For those of you who aren't familiar with this (so-so) FX series, allow me to fill you in: Two plastic surgeons, (Drs) Christian Troy and Sean McNamara, live in Miami where they perform cutting edge surgeries on women and men who are unhappy with their bodies (as they should be!). Sean and Christian are not gay, nor are they brothers, but they share a South Beach mansion for some reason and are usually cooking dinner together.

This season, by very curious coincidence, Christian and Sean have packed up and moved to Los Angeles--- aka "The Mecca of Plastic Surgery" aka "The City Where Cissy and Julia Shop at Smart&Final." Before all the sexy west coast freak-show-surgeries can begin, Xtian and Sean need to make a name for themselves in this little desert city. BUT HOW???

Here's where a little thing I like to call The LA Montage comes in pretty handy. A perfect fusion of the opening of The Hills and the Dogg brothers' getting-ready-to-go-out self tanner and cologne-soaked scene from True Life: I'm a Clubber, the Nip/Tuck montage did not disappoint. Uh oh! The boys need to go out and pick up clients! Christian can't decide on a blazer! Sean is fussing around with his hair pomade! Sean has a black baby with no babysitter! Christian has tried on every blazer in the (shared) Malibu pad and tossed them onto his bed! Cosmos are being poured! Everyone is tan! Christian and Sean's moves aren't working on the ladies because they are G-A-Y!

To make a long story short: Christian found a blazer. Oh, and Lauren Hutton told the boys that the only way to get clients was to get publicity. She recommends becoming consultants on "Hearts and Scalpels," an eerily similar fake show within-a-show. They get the gig, they get exposure, they get patients (including 1. a studio exec who likes to get whipped by Cassssaaaannnnndrrrraaaa and 2. The Not-Heather Locklear, Not-Andrew Shue, Not-Courtney Thorne Smith Woman From Melrose Place) and suddenly our boys have been sucked into the world of fame, power and dirty. sexy. money.

Which brings me to my original concern: How DARE FX take the Cissy Fenwick and Julia Bensfield story??We moved out here as sexy young plastic surgeons, looking for a new city and a beach house where we could stock our blazers and raise our interracial infant. Now look at us: writing on a hit TV show, getting hair plugs (Cissy), and feuding over things that are superficial...all while sewing up nostrils and putting implants into a tranny's third breast. Think about it, FX. Now I have a meal to cook with my roommate!
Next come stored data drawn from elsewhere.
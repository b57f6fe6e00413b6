/**
 * The `ground` command through the real CLI (`npm run --silent engine -- ground`), checked against
 * the engine contract (docs/engine-contract.md) and against analytical solutions of heat
 * conduction (Carslaw & Jaeger 1959, Conduction of Heat in Solids, 2nd ed.).
 */
import { spawnSync } from 'node:child_process';
import path from 'node:path';
import { describe, expect, it } from 'vitest';
import { neumannTwoPhaseThaw, thawDepthStefan } from '../../lib/engine/stefan';
import { contractExample, contractLayer } from '../fixtures/engine/ground-contract-example';

const root = path.resolve(__dirname, '..', '..');

function runCli(input: unknown) {
  const text = typeof input === 'string' ? input : JSON.stringify(input);
  const r = spawnSync('npm', ['run', '--silent', 'engine', '--', 'ground'], { cwd: root, input: text, encoding: 'utf8', timeout: 60_000 });
  return { status: r.status, stdout: r.stdout, stderr: r.stderr };
}

interface Out {
  times_days: number[];
  thaw_depth_m: number[];
  temperature_c: number[][];
  annual: { year: number; max_thaw_depth_m: number; mean_temperature_c: number[]; min_temperature_c: number[]; max_temperature_c: number[]; talik: boolean }[];
}

function ok(input: unknown): Out {
  const r = runCli(input);
  expect(r.stderr).toBe('');
  expect(r.status).toBe(0);
  return JSON.parse(r.stdout) as Out;
}


describe('engine CLI: ground', () => {
  it('the contract example gives close to the listed numbers', () => {
    const out = ok(contractExample);
    // Source: the engine contract's example output (values there are approximate, 2 decimals):
    // thaw 0.29 / 0.41 / 0.51 m; tolerance 0.02 m and 0.15 K for "approximate" (our choice).
    expect(out.times_days).toEqual([10, 20, 30]);
    const listedThaw = [0.29, 0.41, 0.51];
    const listedT = [
      [0.77, -0.27, -0.89],
      [1.97, -0.08, -0.55],
      [2.49, 0.14, -0.38],
    ];
    out.thaw_depth_m.forEach((v, i) => expect(Math.abs(v - listedThaw[i])).toBeLessThanOrEqual(0.02));
    out.temperature_c.forEach((row, i) => row.forEach((v, j) => expect(Math.abs(v - listedT[i][j])).toBeLessThanOrEqual(0.15)));
    expect(out.annual).toEqual([]);
  });

  it('two-phase Neumann solution: thaw front within 4 % after 20 days (contract example)', () => {
    const out = ok({ ...contractExample, duration_days: 20, output: { every_days: 20, depths_m: [0.5] } });
    // Carslaw & Jaeger 1959, §11.2 (two-phase Neumann solution), X = 2λ√(α_t t).
    const exact = neumannTwoPhaseThaw({
      surfaceTemperatureC: 5,
      initialTemperatureC: -2,
      conductivityThawedWmK: 1.2,
      conductivityFrozenWmK: 2.0,
      heatCapacityThawedJm3K: 2.6e6,
      heatCapacityFrozenJm3K: 1.9e6,
      latentHeatJm3: 1e8,
    }).frontDepthM(20 * 86400);
    expect(Math.abs(out.thaw_depth_m[0] / exact - 1)).toBeLessThanOrEqual(0.04);
  });

  it('two-phase Neumann solution: thaw front within 4 % after 20 days (a wet sand of our own, split into two identical layers)', () => {
    // Wet sand (our choice): θ = 0.2 → L = 0.2 × 1000 × 333.55e3 ≈ 6.67e7 J m-3; freezing point −0.5 °C.
    const sand = {
      conductivity_thawed_w_mk: 2.0,
      conductivity_frozen_w_mk: 2.6,
      heat_capacity_thawed_j_m3k: 2.2e6,
      heat_capacity_frozen_j_m3k: 1.8e6,
      latent_heat_j_m3: 6.67e7,
      freezing_point_c: -0.5,
    };
    const out = ok({
      layers: [
        { thickness_m: 0.37, ...sand },
        { thickness_m: 19.63, ...sand },
      ],
      initial_temperature_c: -6,
      surface: { kind: 'constant', temperature_c: 9 },
      duration_days: 20,
      output: { every_days: 20, depths_m: [0.1] },
    });
    // Carslaw & Jaeger 1959, §11.2.
    const exact = neumannTwoPhaseThaw({
      surfaceTemperatureC: 9,
      initialTemperatureC: -6,
      freezingPointC: -0.5,
      conductivityThawedWmK: 2.0,
      conductivityFrozenWmK: 2.6,
      heatCapacityThawedJm3K: 2.2e6,
      heatCapacityFrozenJm3K: 1.8e6,
      latentHeatJm3: 6.67e7,
    }).frontDepthM(20 * 86400);
    expect(exact).toBeGreaterThan(0.5); // the front has crossed the layer boundary at 0.37 m
    expect(Math.abs(out.thaw_depth_m[0] / exact - 1)).toBeLessThanOrEqual(0.04);
  });

  it("Stefan's approximation in the small-Stefan-number limit", () => {
    // Ground at its freezing point, surface 1 K above: Ste = C ΔT / L = 2e6 × 1 / 1.5e8 ≈ 0.013.
    const out = ok({
      layers: [{ ...contractLayer, heat_capacity_thawed_j_m3k: 2e6, heat_capacity_frozen_j_m3k: 2e6, latent_heat_j_m3: 1.5e8 }],
      initial_temperature_c: 0,
      surface: { kind: 'constant', temperature_c: 1 },
      duration_days: 60,
      output: { every_days: 60, depths_m: [0.1] },
    });
    // Stefan X = √(2 k I / L) (Lunardini 1981, Heat Transfer in Cold Climates); for Ste → 0 it is the
    // exact one-phase Neumann solution (Carslaw & Jaeger 1959, §11.2); tolerance 4 % as for Neumann.
    const stefan = thawDepthStefan(60, 1.2, 1.5e8);
    expect(Math.abs(out.thaw_depth_m[0] / stefan - 1)).toBeLessThanOrEqual(0.04);
  });

  it('periodic half-space: amplitude within 5 % and lag within 4 days (Carslaw & Jaeger 1959, §2.6)', () => {
    const k = 1.5;
    const c = 2.0e6;
    const out = ok({
      layers: [{ thickness_m: 40, conductivity_thawed_w_mk: k, conductivity_frozen_w_mk: k, heat_capacity_thawed_j_m3k: c, heat_capacity_frozen_j_m3k: c, latent_heat_j_m3: 0 }],
      initial_temperature_c: -3,
      surface: { kind: 'sinusoid', mean_c: -3, amplitude_c: 10, period_days: 365, phase_days: 0 },
      duration_days: 365 * 6,
      output: { every_days: 1, depths_m: [0, 1, 3] },
    });
    // T(z,t) = T̄ + A e^(−z/d) cos(ωt − z/d), d = √(2α/ω) (Carslaw & Jaeger 1959, §2.6).
    const omega = (2 * Math.PI) / (365 * 86400);
    const d = Math.sqrt((2 * (k / c)) / omega);
    const last = out.annual[out.annual.length - 1];
    expect(last.year).toBe(6);
    // the surface extremes over every step are the forcing's (the step ends on the peak day)
    expect(last.max_temperature_c[0]).toBeCloseTo(7, 6);
    expect(last.min_temperature_c[0]).toBeCloseTo(-13, 2);
    [1, 3].forEach((z, jj) => {
      const j = jj + 1;
      const amp = (last.max_temperature_c[j] - last.min_temperature_c[j]) / 2;
      const exactAmp = 10 * Math.exp(-z / d);
      expect(Math.abs(amp / exactAmp - 1)).toBeLessThanOrEqual(0.05);
      expect(Math.abs(last.mean_temperature_c[j] - -3)).toBeLessThanOrEqual(0.05 * exactAmp);
      // lag: day of the maximum in the last year against z/(d ω)
      let best = -Infinity;
      let bestDay = 0;
      out.times_days.forEach((t, i) => {
        if (t > 365 * 5 && out.temperature_c[i][j] > best) {
          best = out.temperature_c[i][j];
          bestDay = t - 365 * 5;
        }
      });
      const lagDays = z / d / omega / 86400;
      expect(Math.abs(bestDay - lagDays)).toBeLessThanOrEqual(4);
    });
  });

  it('annual entries: extremes over every step bracket the samples; a talik forms under a warm surface, none under a cold one', () => {
    const warm = ok({
      layers: [contractLayer],
      initial_temperature_c: [
        { depth_m: 0, temperature_c: -1 },
        { depth_m: 30, temperature_c: -0.5 },
      ],
      surface: { kind: 'daily', temperature_c: [3, 2, 4] },
      duration_days: 365 * 3,
      output: { every_days: 5, depths_m: [0.5, 2] },
    });
    expect(warm.annual.map((a) => a.year)).toEqual([1, 2, 3]);
    // Issue 3: a talik is a layer ≥ 0.2 m below the seasonal freezing depth thawed two years running.
    // The column starts frozen, so years 1–2 do not qualify (year 1 began frozen); years 2–3 do.
    expect(warm.annual.map((a) => a.talik)).toEqual([false, false, true]);
    warm.annual.forEach((a, y) => {
      warm.times_days.forEach((t, i) => {
        if (t > 365 * y && t <= 365 * (y + 1)) {
          a.min_temperature_c.forEach((m, j) => expect(m).toBeLessThanOrEqual(warm.temperature_c[i][j] + 1e-9));
          a.max_temperature_c.forEach((m, j) => expect(m).toBeGreaterThanOrEqual(warm.temperature_c[i][j] - 1e-9));
          expect(a.max_thaw_depth_m).toBeGreaterThanOrEqual(warm.thaw_depth_m[i] - 1e-9);
        }
      });
    });
    const cold = ok({
      layers: [contractLayer],
      initial_temperature_c: -6,
      surface: { kind: 'sinusoid', mean_c: -8, amplitude_c: 14, period_days: 365, phase_days: 200 },
      duration_days: 365 * 3,
      output: { every_days: 365, depths_m: [1] },
    });
    expect(cold.annual.map((a) => a.talik)).toEqual([false, false, false]);
    expect(cold.annual[2].max_thaw_depth_m).toBeGreaterThan(0.2);
  });

  describe('bad input: exit 2, nothing on stdout, one stderr line naming the field', () => {
    const cases: [string, unknown, string][] = [
      ['zero layer thickness', { ...contractExample, layers: [contractLayer, { ...contractLayer, thickness_m: 0 }] }, 'layers[1].thickness_m: must be > 0'],
      ['negative latent heat', { ...contractExample, layers: [{ ...contractLayer, latent_heat_j_m3: -1 }] }, 'layers[0].latent_heat_j_m3: must be >= 0'],
      ['unknown surface kind', { ...contractExample, surface: { kind: 'weekly', temperature_c: 1 } }, 'surface.kind:'],
      [
        'non-increasing profile depths',
        { ...contractExample, initial_temperature_c: [{ depth_m: 0, temperature_c: -1 }, { depth_m: 0, temperature_c: -2 }] },
        'initial_temperature_c[1].depth_m:',
      ],
      ['reporting depth below the column', { ...contractExample, output: { every_days: 10, depths_m: [0.5, 31] } }, 'output.depths_m[1]: must be <= the column depth'],
      ['missing duration', { ...contractExample, duration_days: undefined }, 'duration_days: is required'],
      ['not JSON', '{"layers": [', '(input): not valid JSON'],
      ['a 1e9 m layer (bounds, docs/site-schema.md)', { ...contractExample, layers: [{ ...contractLayer, thickness_m: 1e9 }] }, 'layers[0].thickness_m: must be <= 1000'],
      ['a conductivity of 1e300', { ...contractExample, layers: [{ ...contractLayer, conductivity_thawed_w_mk: 1e300 }] }, 'layers[0].conductivity_thawed_w_mk: must be <= 10'],
    ];
    for (const [name, input, reason] of cases) {
      it(name, () => {
        const r = runCli(input);
        expect(r.status).toBe(2);
        expect(r.stdout).toBe('');
        const lines = r.stderr.trimEnd().split('\n');
        expect(lines).toHaveLength(1);
        expect(lines[0].startsWith(reason)).toBe(true);
      });
    }
  });
});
Thursday, November 1, 2007

Dear Diary

I finally know what all those crazy homosexual/transvestites/drug addicts/starving artists were singing and dancing about in the musical "Rent" now that I too live in an apartment where I have to pay rent. Why should they have to pay for their HUGE loft with AMAZING river views when there are so many other things to spend money on like fake eyelashes, hooker shoes, drugs, and expensive paints. I don't want to pay my rent either. I think I'm going to go throw caution to the wind and dance in the street and be really self-righteous about having AIDS. I have more important things to spend money on, like tickets to the Tyler Perry movie and star maps to celebrity homes.

Happy 1st of the month!

You Learn Something New Every Day

October 31st 2007:
Today I learned that nurses, sailors, maids, Rainbow Brite, doctors, girl scouts, refs, a queen, a court jester, Little Red Riding Hood, cats, bunnies, cops, fire fighters, pirates, Mrs Claus, construction workers, Pocahontas, teachers, girls who go to school, Hermione Granger, plumbers, cowgirls, bumble-bees, waitresses, pilots, Sherlock Holmes and any Disney character ever; all wear thigh highs, high heels, short skirts, low cut tops, and chokers. Who knew??